Sachez cependant que nous travaillons à la mise en place d’un service des étrangers qui reposerait uniquement sur le e-guichet et un système de rendez-vous. À partir du mois d’octobre, il n’y aura plus de files, car tout le monde devra passer par le guichet électronique et prendre rendez-vous.

Quant à vos propos sur l’existence d’un système à deux vitesses, mon objectif n’est en aucun cas de favoriser tel ou tel autre public. Nous travaillons au contraire dans le but de faciliter les démarches administratives de chaque citoyen. L’antenne située à Louise nous permet d’accueillir en partie les personnes passant déjà par l’e-guichet, tandis que l’agent travaillant au Parlement européen y est présent dans le cadre d’un partenariat avec ce dernier. Il s’agit d’un détachement destiné à traiter des dossiers très spécifiques, tout comme nous le faisons pour les demandeurs d’asile au Petit Château et comme nous le ferons très bientôt au centre d’accueil de Neder-over- Heembeek.

Permettez-moi enfin de vous rappeler que moi-même et mon administration voulons faire en sorte d’accueillir et de servir chaque citoyen dans les meilleures conditions possibles, mais nous devons aussi tenir compte de réalités de terrain de plus en plus complexes et de législations qui varient quasiment tous les mois.

M. Wauters.- Je salue l’instauration d’un e-guichet et d’un système de rendez-vous. Quasiment un habitant de la Région bruxelloise sur trois est d’origine étrangère. Je ne comprends pas pourquoi l’accueil des étrangers devrait être médiocre. Je vous entends sur le fait que, selon vous, il n’existe pas de service à deux vitesses.

M. Courtois, premier échevin.- Ce ne sont pas toujours les étrangers extracommunautaires qui posent problème. Actuellement, ce sont les ressortissants d’un seul État, européen, qui monopolisent les guichets. J’ai contacté les représentants de ce pays pour dégager une solution, par exemple en créant un bureau dédié au sein de son ambassade ou de son consulat, mais ma proposition a été rejetée. Je le regrette.

Dossiers de M. l’échevin Ouriaghli concernant Le contrat de gestion conclu entre la Ville de Bruxelles et l'asbl GIAL - LE 09 NOVEMBRE 2015

M. Wauters.– Le contrat de gestion conclu entre la Ville de Bruxelles et l’asbl GIAL (centre de gestion informatique des administrations locales) est une bonne chose. Je salue le travail réalisé par les équipes de GIAL pour rendre l’outil encore plus efficace.
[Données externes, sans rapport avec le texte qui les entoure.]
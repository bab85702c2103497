import { getDb } from "@/db";
import { guardedRoute } from "@/lib/auth/guard";
import { affectedSerials, containmentDetail, noticesOf } from "@/lib/containments";

const iso = (d: Date | null) => (d ? d.toISOString() : null);

/** One containment: what it names and why, who raised and closed it, its progress, who was told, and every affected serial. */
export const GET = guardedRoute("register.read", {}, async ({ params }) => {
  const db = getDb();
  const c = await containmentDetail(db, String(params.code ?? ""));
  const [notices, rows] = await Promise.all([noticesOf(db, c.id), affectedSerials(db, c.id)]);
  const { cells: _cells, ...progress } = c.progress;
  return {
    code: c.code,
    target: {
      label: c.targetLabel,
      ...(c.station ? { station: c.station, from: iso(c.windowFrom), to: iso(c.windowTo) } : {}),
    },
    reason: c.reason,
    severity: c.severity,
    raisedAt: iso(c.raisedAt),
    raisedBy: c.raisedByName,
    closedAt: iso(c.closedAt),
    closeReason: c.closeReason,
    approvedBy: c.approvedByName,
    progress,
    notices: notices.map((n) => ({
      to: n.to,
      name: n.name,
      ...(n.dealerCode ? { dealerCode: n.dealerCode } : {}),
      serials: n.serials,
      queuedAt: iso(n.queuedAt),
      by: n.by,
      status: n.status,
      sentAt: iso(n.sentAt),
    })),
    affected: rows.map((r) => ({
      serial: r.serial,
      kind: r.kind,
      pair: r.pair,
      group: r.group,
      // As in the answer to raising one: "state" is the item's own state; "disposition" where
      // the containment has got to with it.
      state: r.itemState,
      disposition: r.state,
      dealer: r.dealer ? { code: r.dealer.code, name: r.dealer.name } : null,
      owner: r.owner,
      caseCode: r.caseCode,
      at: iso(r.at),
      by: r.by,
      note: r.note,
    })),
  };
});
Depuis que je siège au conseil d’administration de cette asbl, je ne peux que constater l’amélioration du service.
Le contrat de gestion se traduira par une meilleure visibilité et davantage d’efficacité et de transparence dans le processus de travail. Je songe notamment aux critères qui permettront d’évaluer l’efficacité de l’asbl.
Par contre, je regrette que ce contrat de gestion ne mentionne aucune volonté de collaboration ou de synergie avec les organes régionaux tels qu’Irisnet. En tant qu’acteurs publics, nous devons profiter de toutes les occasions possibles pour limiter les impacts financiers des politiques que nous menons. Cela vaut particulièrement pour la gestion informatique.
Pourquoi ne pas profiter davantage des bonnes pratiques des uns et des autres ? Cela serait bénéfique tant pour la Région que pour GIAL et, donc, pour les habitants de la Ville.
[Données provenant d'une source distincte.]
import { describe, expect, test } from "vitest";
import { findSerialHint, parseResponseFile, RESPONSE_MAX_ERRORS, RESPONSE_MAX_LINES, type ResponseFileResult } from "@/lib/acoustics";

// Every file below is made up for its test case; the expected values follow from the format's definition.
const ok = (r: ResponseFileResult) => {
  if (!r.ok) throw new Error(`expected points, got ${JSON.stringify(r.errors)}`);
  return r;
};
const errorsOf = (r: ResponseFileResult) => {
  if (r.ok) throw new Error(`expected errors, got ${JSON.stringify(r.points)}`);
  return r.errors;
};
const THREE = [
  { hz: 100, db: 85.5 },
  { hz: 1000, db: 87.25 },
  { hz: 10000, db: 86 },
];

describe("parseResponseFile: good files", () => {
  test("spaces", () => {
    const r = ok(parseResponseFile("100 85.5\n1000   87.25\n10000 86\n"));
    expect(r).toEqual({ ok: true, points: THREE, serialHint: null, header: null });
  });

  test("tabs, with leading and trailing whitespace", () => {
    expect(ok(parseResponseFile("  100\t85.5\n1000\t\t87.25 \n\t10000\t86")).points).toEqual(THREE);
  });

  test("commas, with or without a space after", () => {
    expect(ok(parseResponseFile("100,85.5\n1000, 87.25\n10000 ,86\n")).points).toEqual(THREE);
  });

  test("semicolons with decimal commas", () => {
    expect(ok(parseResponseFile("100;85,5\n1000,5;87,2\n10000;86\n")).points).toEqual([
      { hz: 100, db: 85.5 },
      { hz: 1000.5, db: 87.2 },
      { hz: 10000, db: 86 },
    ]);
  });

  test("whitespace with decimal commas", () => {
    expect(ok(parseResponseFile("100 85,5\n1000,5\t87,2\n10000 86\n")).points).toEqual([
      { hz: 100, db: 85.5 },
      { hz: 1000.5, db: 87.2 },
      { hz: 10000, db: 86 },
    ]);
  });

  test("a trailing separator is ignored", () => {
    expect(ok(parseResponseFile("100;85,5;\n1000;87,25;\n10000;86;\n")).points).toEqual(THREE);
  });

  test("three columns with phase", () => {
    expect(ok(parseResponseFile("20 80.1 -170.5\n1000 87 0\n20000 84 359\n")).points).toEqual([
      { hz: 20, db: 80.1, phaseDeg: -170.5 },
      { hz: 1000, db: 87, phaseDeg: 0 },
      { hz: 20000, db: 84, phaseDeg: 359 },
    ]);
  });

  test("exponents and signs", () => {
    expect(ok(parseResponseFile("1e2 +85.5\n1.0E3 87.25\n.1e5 86\n")).points).toEqual(THREE);
  });

  test("comments with *, # and ;, indented or not, and blank lines", () => {
    const text = ["* exported by the bench", "# another comment", "", "  ; indented comment", "100 85.5", "   ", "* mid-file", "1000 87.25", "#", "10000 86"].join("\n");
    expect(ok(parseResponseFile(text)).points).toEqual(THREE);
  });

  test("a header line, after comments", () => {
    const r = ok(parseResponseFile("* bench export\nFreq(Hz) SPL(dB) Phase(deg)\n100 85.5 10\n1000 87.25 0\n10000 86 -10\n"));
    expect(r.header).toEqual(["Freq(Hz)", "SPL(dB)", "Phase(deg)"]);
    expect(r.points.map((p) => p.phaseDeg)).toEqual([10, 0, -10]);
  });

  test("header fields split at the header's own separator", () => {
    expect(ok(parseResponseFile("Frequency (Hz);Level (dB)\n100;85,5\n1000;87,25\n10000;86")).header).toEqual(["Frequency (Hz)", "Level (dB)"]);
    expect(ok(parseResponseFile("hz,db\n100,85.5\n1000,87.25\n10000,86")).header).toEqual(["hz", "db"]);
  });

  test("a byte order mark and CRLF line ends", () => {
    const r = ok(parseResponseFile("\uFEFFFreq\tSPL\r\n100\t85.5\r\n1000\t87.25\r\n10000\t86\r\n"));
    expect(r.points).toEqual(THREE);
    expect(r.header).toEqual(["Freq", "SPL"]);
  });

  test("old Mac CR line ends", () => {
    expect(ok(parseResponseFile("100 85.5\r1000 87.25\r10000 86\r")).points).toEqual(THREE);
  });

  test("a serial in the first line, a comment, is found and upper-cased", () => {
    const r = ok(parseResponseFile("* unit d-tw-26-00042-7, left, 2.83 V\n100 85.5\n1000 87.25\n10000 86\n", { name: "D-BS-26-00001-K.txt" }));
    expect(r.serialHint).toBe("D-TW-26-00042-7");
  });

  test("a serial in a first line that is a header", () => {
    expect(ok(parseResponseFile("Freq D-MR-26-00107-* SPL\n100 85.5\n1000 87.25\n10000 86\n")).serialHint).toBe("D-MR-26-00107-*");
  });

  test("else the serial in the file name", () => {
    expect(ok(parseResponseFile("100 85.5\n1000 87.25\n10000 86\n", { name: "left_d-bs-26-00001-k.frd" })).serialHint).toBe("D-BS-26-00001-K");
    expect(ok(parseResponseFile("100 85.5\n1000 87.25\n10000 86\n", { name: "bench-D-BS-26-00001-K-left.txt" })).serialHint).toBe("D-BS-26-00001-K");
  });

  test("a serial only on a later line, or none at all, gives null", () => {
    expect(ok(parseResponseFile("* bench export\n* D-TW-26-00042-7\n100 85.5\n1000 87.25\n10000 86\n")).serialHint).toBeNull();
    expect(ok(parseResponseFile("100 85.5\n1000 87.25\n10000 86\n", { name: "left.txt" })).serialHint).toBeNull();
  });

  test("findSerialHint needs the whole token", () => {
    expect(findSerialHint("D-TW-26-00042-7")).toBe("D-TW-26-00042-7");
    expect(findSerialHint("XD-TW-26-00042-7")).toBeNull();
    expect(findSerialHint("D-TW-26-000421-7")).toBeNull();
    expect(findSerialHint("D-TW-26-00042-77")).toBeNull();
    expect(findSerialHint("D-TOOLONG-26-00042-7")).toBeNull();
    expect(findSerialHint(undefined)).toBeNull();
  });
});

describe("parseResponseFile: broken files name the line", () => {
  test("a data line with one number", () => {
    expect(errorsOf(parseResponseFile("100 85\n1000\n10000 86\n20000 80\n"))).toEqual([{ line: 2, message: expect.stringMatching(/2 or 3 numbers.*has 1/) }]);
  });

  test("a data line with four numbers", () => {
    expect(errorsOf(parseResponseFile("100 85\n1000 87 0 1\n10000 86\n"))).toEqual([{ line: 2, message: expect.stringMatching(/has 4/) }]);
  });

  test("a non-number", () => {
    expect(errorsOf(parseResponseFile("* c\n100 85\n1000 8x7\n10000 86\n"))).toEqual([{ line: 3, message: expect.stringMatching(/Column 2: “8x7” is not a number/) }]);
  });

  test("a second header-like line is a non-number", () => {
    expect(errorsOf(parseResponseFile("Freq SPL\n100 85\nFreq SPL\n1000 87\n10000 86\n"))).toEqual([
      { line: 3, message: expect.stringMatching(/Column 1: “Freq” is not a number/) },
      { line: 3, message: expect.stringMatching(/Column 2: “SPL” is not a number/) },
    ]);
  });

  test("an empty field between separators", () => {
    expect(errorsOf(parseResponseFile("100;;85\n1000;87\n10000;86\n"))).toEqual([{ line: 1, message: "Column 2 is empty" }]);
  });

  test("a decimal comma with comma separators is two columns", () => {
    // "1000,5,87" with commas as separators is three numbers: 1000, 5 and 87 (phase 87°), unlike the other lines.
    expect(errorsOf(parseResponseFile("100,85\n1000,5,87\n10000,86\n"))).toEqual([{ line: 2, message: expect.stringMatching(/3 columns but line 1 has 2/) }]);
  });

  test("a line using another separator than the first data line", () => {
    expect(errorsOf(parseResponseFile("100;85\n1000 87\n10000;86\n"))).toEqual([
      { line: 2, message: expect.stringMatching(/“1000 87” is not a number/) },
    ]);
  });

  test("a frequency of 0 or below", () => {
    expect(errorsOf(parseResponseFile("0 85\n1000 87\n10000 86\n"))).toEqual([{ line: 1, message: expect.stringMatching(/above 0 Hz, got 0 Hz/) }]);
    expect(errorsOf(parseResponseFile("-20 85\n1000 87\n10000 86\n"))).toEqual([{ line: 1, message: expect.stringMatching(/above 0 Hz, got -20 Hz/) }]);
  });

  test("non-finite values", () => {
    expect(errorsOf(parseResponseFile("100 85\n1e999 87\n10000 86\n"))).toEqual([{ line: 2, message: expect.stringMatching(/frequency “1e999” is not a finite number/) }]);
    expect(errorsOf(parseResponseFile("100 85\n1000 -1e400\n10000 86\n"))).toEqual([{ line: 2, message: expect.stringMatching(/level “-1e400” is not a finite number/) }]);
    expect(errorsOf(parseResponseFile("100 85 0\n1000 87 1e999\n10000 86 0\n"))).toEqual([{ line: 2, message: expect.stringMatching(/phase “1e999” is not a finite number/) }]);
    expect(errorsOf(parseResponseFile("100 85\n1000 NaN\n10000 Infinity\n"))).toEqual([
      { line: 2, message: expect.stringMatching(/“NaN” is not a number/) },
      { line: 3, message: expect.stringMatching(/“Infinity” is not a number/) },
    ]);
  });

  test("frequencies not strictly increasing name both lines", () => {
    expect(errorsOf(parseResponseFile("100 85\n* c\n1000 87\n1000 86\n500 86\n20000 80\n"))).toEqual([
      { line: 4, message: expect.stringMatching(/1000 Hz is not above 1000 Hz on line 3/) },
      { line: 5, message: expect.stringMatching(/500 Hz is not above 1000 Hz on line 4/) },
    ]);
  });

  test("mixed column counts, 2 then 3", () => {
    expect(errorsOf(parseResponseFile("100 85\n1000 87\n10000 86 12\n"))).toEqual([
      { line: 3, message: expect.stringMatching(/3 columns but line 1 has 2/) },
    ]);
  });

  test("fewer than 3 data points", () => {
    expect(errorsOf(parseResponseFile("* c\nFreq SPL\n100 85\n1000 87\n"))).toEqual([{ line: 4, message: "The file holds 2 points; a response needs at least 3" }]);
    expect(errorsOf(parseResponseFile(""))).toEqual([{ line: 1, message: "The file holds 0 points; a response needs at least 3" }]);
    expect(errorsOf(parseResponseFile("* only a comment\n100 85\n"))).toEqual([{ line: 2, message: "The file holds 1 point; a response needs at least 3" }]);
  });

  test("more than 100,000 lines", () => {
    const text = Array.from({ length: RESPONSE_MAX_LINES + 1 }, (_, i) => `${i + 1} 85`).join("\n");
    expect(errorsOf(parseResponseFile(text))).toEqual([{ line: 100_001, message: expect.stringMatching(/more than 100,000 lines/) }]);
    // Exactly 100,000 lines (with a final line end) is accepted.
    expect(ok(parseResponseFile(Array.from({ length: RESPONSE_MAX_LINES }, (_, i) => `${i + 1} 85\n`).join(""))).points).toHaveLength(RESPONSE_MAX_LINES);
  });

  test("a level outside −50…200 dB", () => {
    expect(errorsOf(parseResponseFile("100 -50.5\n1000 87\n10000 200.1\n"))).toEqual([
      { line: 1, message: expect.stringMatching(/level -50.5 dB is outside -50…200 dB/) },
      { line: 3, message: expect.stringMatching(/level 200.1 dB is outside/) },
    ]);
    expect(ok(parseResponseFile("100 -50\n1000 87\n10000 200\n")).points).toHaveLength(3);
  });

  test("a phase outside −360…360°", () => {
    expect(errorsOf(parseResponseFile("100 85 -361\n1000 87 0\n10000 86 360.5\n"))).toEqual([
      { line: 1, message: expect.stringMatching(/phase -361° is outside -360…360°/) },
      { line: 3, message: expect.stringMatching(/phase 360.5° is outside/) },
    ]);
    expect(ok(parseResponseFile("100 85 -360\n1000 87 0\n10000 86 360\n")).points).toHaveLength(3);
  });

  test("every error is reported, with nothing of the file returned", () => {
    const r = parseResponseFile("100 85\n50 87\n1000 abc\n2000 300\n");
    expect(r).toEqual({
      ok: false,
      errors: [
        { line: 2, message: expect.stringMatching(/not above 100 Hz on line 1/) },
        { line: 3, message: expect.stringMatching(/not a number/) },
        { line: 4, message: expect.stringMatching(/outside/) },
      ],
    });
    expect("points" in r).toBe(false);
  });

  test("errors are capped at 50, the last saying how many more", () => {
    const text = Array.from({ length: 80 }, (_, i) => `${i + 1} x`).join("\n");
    const errors = errorsOf(parseResponseFile(text));
    expect(errors).toHaveLength(RESPONSE_MAX_ERRORS);
    expect(errors[48]).toEqual({ line: 49, message: expect.stringMatching(/not a number/) });
    expect(errors[49]).toEqual({ line: 50, message: expect.stringMatching(/and 31 more problems/) });
  });
});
M. Ouriaghli, échevin.- Dans le présent contrat de gestion, l’opérateur public principal est la Ville de Bruxelles. C’est donc cette dernière qui doit collaborer avec la Région, davantage que GIAL. Des synergies ont déjà été mises en place.

M. Wauters.- Je regrette que cela ne soit pas inscrit dans le contrat de gestion.

Dossiers de M. l’échevin Ouriaghli concernant la création d'un guichet électronique pour l'obtention de documents administratifs - LE 05 OCTOBRE 2015

M. Wauters.– Je souhaiterais intervenir sur le point 21. L’alinéa 13 évoque la création d’un guichet électronique pour l’obtention de documents administratifs. Nous saluons le fait que la Ville investisse massivement dans des équipements dignes d’une « smart city ». À terme, les documents ne seront plus remis par des agents présents derrière des guichets classiques. Or le délai de mise en œuvre des guichets électroniques est très court (3 mois). Sachant qu’en Communauté française, 10 % des citoyens sont analphabètes et que beaucoup éprouvent des difficultés à manipuler un équipement électronique, j’y vois un problème social. Prévoyez-vous un accompagnement pour ces personnes ?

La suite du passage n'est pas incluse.